Бредовость данного предложения заключается в одной простой мысли: кто и как будет определять «русскость» того или иного блюда? Вот, к примеру:
Салат с крабами – это русское блюдо? - Нет? А собственно почему? Крабы в наших морях водятся, а листья зелени издавна выращиваются.
А картофельное пюре с котлеткой? - Ведь, явно чуждое. Картофель - американский, а слово котлета даже звучит не по-русски. Не говоря уже о том, что до конца XVIII века (до прихода немецких и французских поваров) рубленые котлеты у нас и не использовались.
Или помидоры, политые растительным маслом? Вот, кстати, с помидорами все совсем затейливо. Понятно, что происхождение их из Америки уже само по себе делает их бездуховными и чуждыми. Впрочем, как тогда поступать с обычными нашими щами или бычками в томате – непонятно. И вообще, ежели оглянуться назад, то продукт этот – совершенная экзотика для нашей кухни даже во второй половине XIX века.

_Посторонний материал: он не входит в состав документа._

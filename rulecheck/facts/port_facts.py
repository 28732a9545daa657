"""Facts of ports: where the stage meets the world."""

from rulecheck.facts.facts import Subject, Value
from rulecheck.facts.feeding import Wires, find_wires
from rulecheck.facts.inputs import Inputs
from rulecheck.facts.port_guards import is_fused, is_reverse_protected, is_surge_clamped
from rulecheck.facts.terms import SubjectTerm, link, number, span_of, text, texts, yes_no
from rulecheck.stage import Port
from rulecheck.values import Dimension, Interval, Unknown

PORT = SubjectTerm(
    "port",
    "Where the stage meets the world, from the sheet or from a source of the netlist.",
    (
        text("sort", "`dc`, `ac` or `phases`."),
        text("stated-in", "`sheet`, or the element of the netlist that serves."),
        yes_no("voltage-stated", "Somebody fixes its voltage."),
        yes_no("current-stated", "Somebody fixes its current."),
        span_of("voltage", Dimension.VOLTAGE, "First net over second; phases: phase to neutral."),
        span_of("current", Dimension.CURRENT, "Mean or amplitude, out of the first net inwards."),
        span_of("power", Dimension.POWER, "Power into the stage."),
        span_of("frequency", Dimension.FREQUENCY, "Its frequency."),
        text("behind", "What the sheet says stands behind it; empty where it does not say."),
        yes_no("supplies", "It fixes a voltage and, as stated, supplies current into the stage."),
        yes_no("fused", "A fuse or breaker interrupts a line of it, of phases every line."),
        yes_no("fused-elsewhere", "The sheet says that its fuse is on another drawing."),
        texts("withstands", "What the sheet says it is to survive from outside."),
        yes_no("reverse-protected", "Turned round it drives no current, or blows its fuse."),
        yes_no("surge-clamped", "A clamp stands between its lines."),
        yes_no("ripple-limited", "The sheet says how much ripple its voltage may have."),
        number("ripple-limit", Dimension.VOLTAGE, "That ripple, peak to peak."),
    ),
    (
        link("nets", "net", "Its nets."),
        link("banks", "bank", "Capacitors across it."),
    ),
)


def collect(inputs: Inputs) -> tuple[Subject, ...]:
    wires = find_wires(inputs)
    return tuple(_port(inputs, wires, port) for port in inputs.stage.ports)


def _port(inputs: Inputs, wires: Wires, port: Port) -> Subject:
    values: dict[str, Value] = {
        "sort": port.kind.value,
        "stated-in": port.stated_in,
        "voltage-stated": port.voltage is not None,
        "current-stated": port.current is not None,
        "voltage": _or_derived(inputs, port, "v", "voltage", port.voltage),
        "current": _or_derived(inputs, port, "i", "draws", port.current),
        "power": _stated(port, "power", port.power),
        "frequency": _stated(port, "frequency", port.frequency),
        "behind": port.source,
        "supplies": _supplies(port),
        "fused": is_fused(inputs, wires, port),
        "fused-elsewhere": port.fused_elsewhere,
        "withstands": port.withstands,
        "reverse-protected": is_reverse_protected(inputs, wires, port),
        "surge-clamped": is_surge_clamped(inputs, port),
        "ripple-limited": port.ripple is not None,
        "ripple-limit": port.ripple or _stated(port, "ripple", None),
    }
    nets = tuple(dict.fromkeys(net for net in (*port.nets, port.neutral) if net))
    banks = tuple(
        bank.name for bank in inputs.demands.banks.banks if {bank.start, bank.end} <= set(port.nets)
    )
    links = {"nets": nets, "banks": banks}
    return Subject("port", port.name, values, links, (), nets, port.span)


def _or_derived(
    inputs: Inputs, port: Port, letter: str, key: str, stated: Interval | None
) -> Interval | Unknown:
    if stated is not None:
        return stated
    name = f"{letter}({port.name})"
    found = next((v.range for v in inputs.demands.variables if v.name == name), None)
    return _stated(port, key, None) if found is None else found


def _stated(port: Port, key: str, value: Interval | None) -> Interval | Unknown:
    return value or Unknown(f"{key} of port {port.name}", f"ports: {{{port.name}: {{{key}: ...}}}}")


def _supplies(port: Port) -> bool | Unknown:
    """Whether it fixes a voltage and supplies current; open where sheet and netlist leave that."""
    if port.draws or (port.current is not None and port.current.high <= 0.0):
        return False
    if port.voltage is not None and port.current is not None:
        return True
    what = "voltage" if port.voltage is None else "supplies"
    return Unknown(f"{what} of port {port.name}", f"ports: {{{port.name}: {{{what}: ...}}}}")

Вот почитаем только журнал «Русское слово» за 1859 год. Его корреспондент побывал во Франции и пишет из Марселя. Там он немало удивлен свободными французскими нравами. К примеру, тем как местные мужчины в присутствии дам сбрасывают свои сюртуки и в одних, пишет он, кальсонах бросаются в море.


Сплошной разврат и бездуховность французов не смогла, однако, победить извечное наше любопытство и стремление к знаниям. Морской же воздух вызывал огромный аппетит. И наш соотечественник, конечно, не мог пройти мимо местного ресторана.